I'm reading Kenneth Hoffman's Linear Algebra, Ed2.
In $\S5.5$ it talks about Module and Vector Spaces:
(1) If $K$ is a commutative ring with identity, a module over $K$ ( or a $K$-module) is an algebraic system which behaves like a vector space, with $K$ playing the role of the scalar field.
(2) A basis for the module $V$ is a linearly independent subset which spans (or generates) the module. This is the same definition which we gave for vector spaces; and, the important property of a basis $\mathscr B$ is that each element of $V$ can be expressed uniquely as a linear combination of (some finite number of) elements of $\mathscr B$.
(3) The reader is well aware that a basis exists in any vector space which is spanned by a finite number of vectors. But this is not the case for modules.

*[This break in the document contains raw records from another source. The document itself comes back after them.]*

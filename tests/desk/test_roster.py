"""A roster goes in whole or not at all, and comes out as it went in."""

from __future__ import annotations

import pytest

from app.desk.errors import NotAllowedNow, WrongRoster
from app.desk.roster import export_roster, import_roster
from app.desk.setup import add_platform
from app.meet.model import Attempt, Result
from app.store.picture import NotFound
from tests.cast import (
    ADA,
    BENCH,
    BO,
    CLEO,
    DOV,
    ETTA,
    FLIGHT_A,
    FLIGHT_B,
    OLGA,
    ROSTER,
    SQUAT,
    Hall,
    bare_meet,
    kg,
)
from tests.desk.checks import changes, check_board, refused, rows


def bring_in(hall: Hall, *lines: str, header: str = "name,lot,flight,Squat opener,Squat rack") -> str:
    """Olga pastes these lines."""
    return import_roster(hall.desk, hall.meet_id, "\n".join([header, *lines]), who=OLGA)


def wrong(
    hall: Hall, *lines: str, header: str = "name,lot,flight,Squat opener,Squat rack"
) -> list[tuple[int, str]]:
    """What is told to be wrong; nothing at all may have been taken."""
    before, entries = rows(hall.desk.engine), len(hall.journal())
    with pytest.raises(WrongRoster) as told:
        bring_in(hall, *lines, header=header)
    assert (rows(hall.desk.engine), len(hall.journal())) == (before, entries)
    return list(told.value.wrong)


def test_a_roster_makes_flights_lifters_and_three_attempts_in_every_lift(desk) -> None:
    hall = bare_meet(desk)
    assert import_roster(desk, hall.meet_id, ROSTER, who=OLGA) == "5 lifters added, 0 updated."
    programme = hall.picture().sessions[0][2]
    assert [(f.name, f.position) for f in programme.flights] == [(FLIGHT_A, 0), (FLIGHT_B, 1)]
    assert [
        (one.name, one.lot, one.body_weight, programme.flight(one.flight_id).name)
        for one in programme.lifters
    ] == [
        (ADA, 3, kg("61.5"), FLIGHT_A),
        (BO, 1, kg("74.2"), FLIGHT_A),
        (CLEO, 2, kg("68"), FLIGHT_A),
        (DOV, 4, kg("93.1"), FLIGHT_B),
        (ETTA, 5, kg("88.4"), FLIGHT_B),
    ]
    assert len(programme.attempts) == 5 * 3 * 3
    assert [hall.attempt(ADA, number, BENCH).weight for number in (1, 2, 3)] == [kg(60), None, None]
    assert hall.picture().racks[(hall.lifter(ADA).id, hall.lift_id(SQUAT))] == "9"
    assert hall.picture().bar.hand is None


def test_the_same_roster_again_changes_nothing(hall: Hall) -> None:
    with changes(hall, {}):
        import_roster(hall.desk, hall.meet_id, ROSTER, who=OLGA)


def test_what_is_downloaded_can_be_uploaded_and_changes_nothing(hall: Hall) -> None:
    text = export_roster(hall.desk, hall.meet_id)
    assert text.replace("\r\n", "\n") == (
        "name,lot,flight,platform,body weight,Squat opener,Squat rack,Bench press opener,Bench press rack,"
        "Deadlift opener,Deadlift rack\n"
        "Bo Carver,1,Flight A,Hall,74.2,110,11,70,,130,\n"
        "Cleo Dahl,2,Flight A,Hall,68,110,10,65,,140,\n"
        "Ada Brook,3,Flight A,Hall,61.5,100,9,60,,120,\n"
        "Dov Ekman,4,Flight B,Hall,93.1,150,14,100,,180,\n"
        "Etta Frost,5,Flight B,Hall,88.4,160,13,110,,190,\n"
    )
    with changes(hall, {}):
        import_roster(hall.desk, hall.meet_id, text, who=OLGA)


def test_a_lot_that_is_there_updates_that_lifter_and_leaves_everybody_else(hall: Hall) -> None:
    opener, rack = hall.attempt(BO, 1), ("rack", 2)
    with changes(hall, {("attempt", opener.id): {"weight", "version", "entered_at"}, rack: {"setting"}}):
        assert bring_in(hall, "Bo Carver,1,Flight A,115,12") == "0 lifters added, 1 updated."
    after = hall.attempt(BO, 1)
    assert after == Attempt(
        opener.id, opener.lifter_id, opener.lift_id, 1, kg(115), Result.OPEN, opener.version + 1, OLGA
    )
    check_board(hall.board())


def test_columns_that_are_missing_or_empty_take_nothing_away(hall: Hall) -> None:
    with changes(hall, {}):
        bring_in(hall, "Bo Carver,1,Flight A", header="name,lot,flight")
    with changes(hall, {}):
        bring_in(hall, "Bo Carver,1,Flight A,,")


def test_a_lifter_may_move_to_another_flight(hall: Hall) -> None:
    bo = hall.lifter(BO)
    with changes(hall, {("lifter", bo.id): {"flight_id"}}):
        bring_in(hall, "Bo Carver,1,Flight B,,")
    assert [turn.lifter.name for turn in hall.board().order] == [ADA, CLEO] * 3


def test_a_new_opener_that_is_lighter_makes_the_crew_say_what_is_on_the_bar(hall: Hall) -> None:
    hand = hall.picture().bar.hand
    bring_in(hall, "Fay Green,6,Flight A,80,")
    assert (hall.picture().bar.hand, hall.board().ask) == (hand, True)


def test_every_wrong_line_is_named_and_nothing_is_taken(hall: Hall) -> None:
    assert wrong(
        hall,
        "Fay Green,6,Flight A,101,",
        "Gil Hart,7,Flight A,100,",
        "Somebody Else,1,Flight A,100,",
        "Ina Joss,,Flight A,20,",
    ) == [
        (2, "Squat opener: 101 kg is not a multiple of 2.5. Nearest: 100 or 102.5."),
        (5, "lot “” is not a whole number from 1 to 99999."),
        (5, "Squat opener: 20 kg is lighter than the bar with its collars, 25 kg. Next possible: 25."),
    ]


def test_the_count_of_wrong_lines_is_told_in_a_sentence(hall: Hall) -> None:
    for lines, told in ((1, "1 line is wrong"), (2, "2 lines are wrong")):
        with pytest.raises(WrongRoster) as refusal:
            bring_in(hall, *(f"Fay Green,{lot}x,Flight A,100," for lot in range(lines)))
        assert str(refusal.value) == f"Nothing was imported: {told}. Correct and send again."


def test_a_lot_of_somebody_else_is_refused_even_after_good_lines(hall: Hall) -> None:
    assert wrong(hall, "Fay Green,6,Flight C,100,", "Somebody Else,1,Flight A,100,") == [
        (3, "lot 1 is already Bo Carver. Take a free lot number, or write the name the same.")
    ]


def test_an_opener_that_has_been_lifted_is_not_changed_by_a_roster(hall: Hall) -> None:
    hall.lift(ADA, 1)
    assert wrong(hall, "Ada Brook,3,Flight A,105,") == [
        (2, "Squat opener: Ada Brook has lifted already; change its weight at the Table.")
    ]
    bring_in(hall, "Ada Brook,3,Flight A,100,9 in")


def test_a_roster_does_not_change_the_bar_under_a_lifter(hall: Hall) -> None:
    """The crew was given a change for 105 while Ada stood under 100."""
    hall.load()
    told = (
        "The bar is loaded for Ada Brook at 100. Nothing may change on it now; "
        "take “bar is loaded” back first if it is a mistake."
    )
    with refused(hall, NotAllowedNow, told):
        bring_in(hall, "Ada Brook,3,Flight A,105,")


def test_a_flight_is_found_by_its_name_in_any_case(hall: Hall) -> None:
    bring_in(hall, "Fay Green,6,FLIGHT A,100,", "Gil Hart,7,flight c,100,", "Ina Joss,8,Flight C,100,")
    programme = hall.picture().sessions[0][2]
    assert [flight.name for flight in programme.flights] == [FLIGHT_A, FLIGHT_B, "flight c"]
    assert [one.name for one in programme.of_flight(hall.flight_id("flight c"))] == ["Gil Hart", "Ina Joss"]


def test_a_new_flight_goes_to_the_platform_that_lifts_its_openers(halls: tuple[Hall, Hall]) -> None:
    hall, other = halls
    header = "name,lot,flight,Squat opener,Dip opener"
    bring_in(hall, "Fay Green,6,Flight D,100,", "Gil Hart,7,Flight E,,20", header=header)
    assert hall.flight_id("Flight D") in {f.id for f in hall.picture().sessions[0][2].flights}
    assert other.flight_id("Flight E") in {f.id for f in other.picture().sessions[0][2].flights}


def test_a_flight_cannot_open_a_lift_of_another_platform(halls: tuple[Hall, Hall]) -> None:
    hall, _ = halls
    header = "name,lot,flight,Dip opener"
    assert wrong(hall, "Fay Green,6,Flight A,20", header=header) == [
        (2, "Dip opener: Flight A does not lift Dip.")
    ]


def test_a_new_flight_without_openers_is_doubtful_where_there_are_two_sessions(
    halls: tuple[Hall, Hall],
) -> None:
    hall, _ = halls
    assert wrong(hall, "Fay Green,6,Flight D", header="name,lot,flight") == [
        (2, "it is not clear where flight “Flight D” lifts. Add a column “platform” that names it.")
    ]


def test_a_roster_makes_every_platform_of_the_meet_a_new_revision(halls: tuple[Hall, Hall]) -> None:
    hall, other = halls
    before = hall.picture().revision, other.picture().revision
    bring_in(hall, "Bo Carver,1,Flight A,115,")
    assert (hall.picture().revision, other.picture().revision) == (before[0] + 1, before[1] + 1)


def test_a_roster_for_a_meet_that_is_not_there_is_refused(hall: Hall) -> None:
    with pytest.raises(NotFound) as told:
        import_roster(hall.desk, 99, ROSTER, who=OLGA)
    assert (
        str(told.value)
        == "There is no such meet here. It may have been taken away; go back and choose again."
    )


def test_names_as_people_have_them_survive_the_way_through_the_database(hall: Hall) -> None:
    names = ['Zoë "Zed" O\'Hara', "=SUM(A1)", "Łukasz, the younger", "李 小龙"]
    quoted = [name.replace('"', '""') for name in names]
    bring_in(hall, *(f'"{name}",{lot},Flight A,100,' for lot, name in enumerate(quoted, start=10)))
    assert [hall.lifter(name).lot for name in names] == [10, 11, 12, 13]
    with changes(hall, {}):
        import_roster(hall.desk, hall.meet_id, export_roster(hall.desk, hall.meet_id), who=OLGA)


def test_a_platform_named_in_the_roster_tells_where_a_new_flight_lifts(hall: Hall) -> None:
    """Two platforms that lift the same lifts: only the name of the platform can tell them apart."""
    second = add_platform(hall.desk, hall.meet_id, "Yard", "bar-kg", who=OLGA)
    header = "name,lot,flight,platform,Squat opener"
    text = f"{header}\nFay Green,6,Flight A,Yard,90\nGus Hill,7,Flight D,Hall,95\n"
    import_roster(hall.desk, hall.meet_id, text, who=OLGA)
    there = Hall(hall.desk, hall.meet_id, second)
    assert there.lifter("Fay Green").flight_id == there.flight_id("Flight A") != hall.flight_id("Flight A")
    assert hall.lifter("Gus Hill").flight_id == hall.flight_id("Flight D")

(4) Definition. The $K$-module $V$ is called a free module if it has a basis. If $V$ has a finite basis containing $n$ elements, then $V$ is called a free $K$-module with $n$ generators.
(5) Definition. The module $V$ is finitely generated if it contains a finite subset which spans $V$. The rank of a finitely generated module is the smallest integer $k$ such that some $k$ elements span $V$.
(6) We repeat that a module may be finitely generated without having a finite basis.
(7) Theorem 5. Let $K$ be a commutative ring with identity. If $V$ is a free $K$-module with $n$ generators, then the rank of $V$ is $n$.
(8) From Theorem 5 we know that ‘free module of rank $n$’ is the same as ‘free module with $n$ generators.’
I'm quite lost here --
Q1: (3) and (6) seem are talking about the same thing, that a module $V$ could be spanned by a finite number of elements $\{\beta_1, \dots, \beta_n\}$, but $V$ might not have a finite basis. Does this mean that in module $V$ there might be some element $\alpha$, that it can be expressed as a linear combination of $\{\beta_1, \dots, \beta_n\}$, but in two different ways? (So this violates the "uniquely" requirement in the basis definition?) If so, could you pls give me some examples of such a $V$?
Q2: however, (8) says: ‘free module of rank $n$’ is the same as ‘free module with $n$ generators.’ Seems this conflicts with (3) and (6)?
Q1: Yes. As an example take $V=\mathbb{Z}/2\mathbb{Z} = \{ [0],[1]\}$ as a $\mathbb{Z}$-module. Then you have $$[1] \cdot 1 = 3 \cdot [1] = 5 \cdot [1] = \cdots$$ are all different representations of $[1]$ of the form $\lambda \cdot [1]$ with $\lambda \in \mathbb{Z}$.
Q2: No. (8) means that IF a module is free and is generated by $n$ elements, then every other basis has $n$ elements. (8) is not talking about modules which are not free. (3) and (6) just say that there exist some non-free modules.